--- GIVEN DATA Enclosed Below ---

describe("payloadAtReach", () => {
  it("payloadAtReach(single horizontal axis, massless) gives m_max(L) = τ_rated / (g L), capped at the rated payload", () => {
    // CHECKS C14, payload at reach. τ_rated = 100 N·m, L = 0.5 m; rated payload 60 kg caps the short reaches
    // (100 / (g · 0.17) = 59.98 kg, so rows below 170 mm are capped).
    const chain = singleAxis(0.5, 100);
    const r = payloadAtReach(chain, payload(60), { offsetsMm: [0], reachToleranceMm: 1e-6 });
    expect(r.basis).toBe("upper-bound-no-link-masses");
    const reaches = r.rows.map((row) => row.reachMm);
    expect(reaches).toContain(100);
    expect(reaches).toContain(450);
    for (const row of r.rows) {
      const expected = Math.min(60, 100 / (G * (row.reachMm / 1000)));
      if (row.reachMm === 0) continue;
      expectRelClose(row.payloadKg, expected, 1e-7, `reach ${row.reachMm} mm`);
      if (expected < 60) {
        expect(row.limitingJoint).toBe("j1");
        expect(row.limitedBy).toBe("joint-rating");
      } else {
        expect(row.limitedBy).toBe("rated-payload");
        expect(row.limitingJoint).toBeNull();
      }
    }
  });

  it("payloadAtReach(single axis with a link mass) drops by link_mass · com_lever / L (CHECKS C14)", () => {
    // τ_rated = m g L cos q + m_L g c cos q → m = τ_rated / (g r) − m_L c / L with r = L cos q: 4 kg at c = 0.2 m.
    const chain = singleAxis(0.5, 100);
    const link: LinkMass = { joint: 0, massKg: 4, comInLinkM: [0.2, 0, 0] };
    const r = payloadAtReach(chain, payload(60, [link]), { offsetsMm: [0], reachToleranceMm: 1e-6 });
    expect(r.basis).toBe("computed");
    for (const row of r.rows) {
      if (row.reachMm < 200) continue;
      expectRelClose(
        row.payloadKg,
        100 / (G * (row.reachMm / 1000)) - (4 * 0.2) / 0.5,
        1e-7,
        `reach ${row.reachMm} mm`,
      );
    }
  });

  it("payloadAtReach(2R vertical, massless) finds the worst posture: m(r) = min(τ1/(g r), τ2/(g a2)) (forearm level)", () => {
    // Closed form (statics, CHECKS C14): τ1 = m g r for every posture at reach r (axis 1 on the base z axis);
    // τ2 = m g (r − a1 c1), largest when the forearm is level, |τ2| = m g a2, and a level forearm reaches every
    // r in [0, a1 + a2] here. τ1 = 100, τ2 = 50 N·m → J2 limits below 600 mm, J1 beyond. Tolerance 2e-3 relative:
    // the worst posture comes from a grid search with local refinement.
    const chain = withRatings(vertical2r(0.5, 0.3), [100, 50]);
    const r = payloadAtReach(chain, payload(50), { offsetsMm: [0] });
    expect(r.rows.length).toBeGreaterThanOrEqual(15);
    for (const row of r.rows) {
      if (row.reachMm === 0 || row.reachMm > 750) continue;
      const j1 = 100 / (G * (row.reachMm / 1000)),
        j2 = 50 / (G * 0.3);
      expectRelClose(row.payloadKg, Math.min(50, j1, j2), 2e-3, `reach ${row.reachMm} mm`);
      if (Math.abs(j1 - j2) > 2e-3 * j2) expect(row.limitingJoint).toBe(j1 < j2 ? "j1" : "j2");
      // The reported posture lies at the row's reach (independent FK).
      const s = createScratch(chain);
      const f = forwardInto(
        chain,
        row.jointsDegOrMm!.map((d) => d * DEG),
        s,
      );
      expect(Math.abs(Math.hypot(f[3]!, f[7]!) * 1000 - row.reachMm)).toBeLessThanOrEqual(0.5);
    }
  });

  it("payloadAtReach(generic 6R, tool down) is set by axis 2 reaching over the back: m = τ2 / (g (r + a1))", () => {
    // CHECKS §0 generic 6R (a1 = 0.2 m, no sideways offsets), all ranges ±180°. With the tool pointing down the CG
    // lies on the vertical through the wrist centre, in the arm's plane; axis 2 is horizontal at radius a1 from
    // axis 1, so its lever is |x − a1| (CHECKS C14, horizontal axis 2): r − a1 in front, r + a1 over the back, which
    // every row up to 1.8 m can reach. Only J2 is rated low (500 N·m); the axes through the wrist centre carry no
    // payload torque. Rated payload 1000 kg. The CG offsets lie on the same vertical: same figure for each.
    const base = generic6rDh();
    const chain = compileChain({
      ...base,
      joints: base.joints.map((j, i) => ({ ...j, ratedTorqueNm: i === 1 ? 500 : 1e6 })),
    });
    const r = payloadAtReach(chain, payload(1000), { reachToleranceMm: 1e-6 });
    expect(r.mountings[0]!.toolDirection).toBe("along-gravity");
    const rows = r.rows.filter((x) => x.reachMm <= 1800);
    expect(rows.length).toBeGreaterThanOrEqual(3 * 36);
    for (const row of rows) {
      expectRelClose(
        row.payloadKg,
        Math.min(1000, 500 / (G * (row.reachMm / 1000 + 0.2))),
        1e-7,
        `reach ${row.reachMm} mm, offset ${row.offsetMm} mm`,
      );
      expect(row.limitingJoint).toBe("j2");
    }
  });

  it("payloadAtReach(single axis too weak for its own link) gives 0 kg, limited by own weight, beyond m_L g c cos q = τ", () => {
    // Link 10 kg at c = 0.5 m = L, rated 30 N·m: the link alone needs 10 g r N·m at reach r, more than 30 N·m beyond
    // r = 30 / (10 g) = 0.306 m (statics, CHECKS C14).
    const chain = singleAxis(0.5, 30);
    const r = payloadAtReach(chain, payload(5, [{ joint: 0, massKg: 10, comInLinkM: [0.5, 0, 0] }]), {
      offsetsMm: [0],
      reachToleranceMm: 1e-6,
    });
    for (const row of r.rows) {
      if (row.reachMm <= 300) {
        expectRelClose(
          row.payloadKg,
          Math.min(5, row.reachMm === 0 ? 5 : 30 / ((G * row.reachMm) / 1000) - 10),
          1e-7,
          `reach ${row.reachMm} mm`,
        );
      } else {
        expect(row.payloadKg).toBe(0);
        expect(row.limitedBy).toBe("own-weight");
        expect(row.limitingJoint).toBe("j1");
      }
    }
  });

  it("payloadAtReach(2R vertical) on the ceiling gives the floor's magnitudes (mirror-symmetric posture set)", () => {
    // Ceiling flips gravity; the joint ranges are symmetric, so every floor posture has a mirror posture with the
    // same |τ| under the reversed gravity (CHECKS C14 identity, linear in g).
    const chain = withRatings(vertical2r(0.5, 0.3), [100, 50]);
    const floor = payloadAtReach(chain, payload(50, [], [], ["floor"]), { offsetsMm: [0] });
    const ceiling = payloadAtReach(chain, payload(50, [], [], ["ceiling"]), { offsetsMm: [0] });
    expect(ceiling.rows.map((x) => x.reachMm)).toEqual(floor.rows.map((x) => x.reachMm));
    expectRelClose(
      ceiling.rows.map((x) => x.payloadKg),
      floor.rows.map((x) => x.payloadKg),
      1e-6,
    );
  });

  it("payloadAtReach says which basis it used: as-rated without torques, upper bound with an unrated loaded joint", () => {
    const noTorque = compileChain(vertical2r(0.5, 0.3));
    const asRated = payloadAtReach(noTorque, payload(8), { offsetsMm: [0, 100] });
    expect(asRated.basis).toBe("as-rated");
    expect(asRated.rows.length).toBeGreaterThan(0);
    for (const row of asRated.rows) {
      expect(row.payloadKg).toBe(8);
      expect(row.limitedBy).toBe("as-rated");
    }
    const partly = compileChain({
      ...vertical2r(0.5, 0.3),
      joints: vertical2r(0.5, 0.3).joints.map((j, i) => (i === 0 ? { ...j, ratedTorqueNm: 100 } : j)),
    });
    const link: LinkMass = { joint: 0, massKg: 1, comInLinkM: [0.25, 0, 0] };
    const upper = payloadAtReach(partly, payload(8, [link]), { offsetsMm: [0] });
    expect(upper.basis).toBe("upper-bound-missing-torques");
    expect(upper.notes.join(" ")).toContain("j2");
    expect(upper.statement).toBe(PAYLOAD_STATEMENT);
    expect(PAYLOAD_STATEMENT).toMatch(/static/i);
    expect(PAYLOAD_STATEMENT).toMatch(/acceleration/);
    expect(PAYLOAD_STATEMENT).toMatch(/tooling/);
  });

  it("payloadAtReach rejects bad options with a RangeError naming the value (STYLE C9)", () => {
    const chain = singleAxis(0.5, 100);
    expect(() => payloadAtReach(chain, payload(5), { reachStepMm: 0 })).toThrow(/invalid reachStepMm: 0/);
    expect(() => payloadAtReach(chain, payload(5), { offsetsMm: [NaN] })).toThrow(RangeError);
  });
});

describe("loadMomentNm and maxLeverM", () => {
  it("loadMomentNm(5 kg, 0.1 m) = 4.903325 N·m and maxLeverM(10 N·m, 8 kg) = 0.1274645 m (CHECKS C15)", () => {
    expectClose(loadMomentNm(5, 0.1), 4.903325, 1e-12);
    // CHECKS gives L_max to 7 digits: tolerance half a unit of the last digit.
    expectClose(maxLeverM(10, 8), 0.1274645, 5e-8);
  });
});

--- End of Enclosed GIVEN DATA ---

*PROBLEM DETAILS:*
Scan the entries above for the string "worst" and copy each line containing it.

*REPLY TO THE EXERCISE:*
  it("payloadAtReach(2R vertical, massless) finds the worst posture: m(r) = min(τ1/(g r), τ2/(g a2)) (forearm level)", () => {
    // the worst posture comes from a grid search with local refinement.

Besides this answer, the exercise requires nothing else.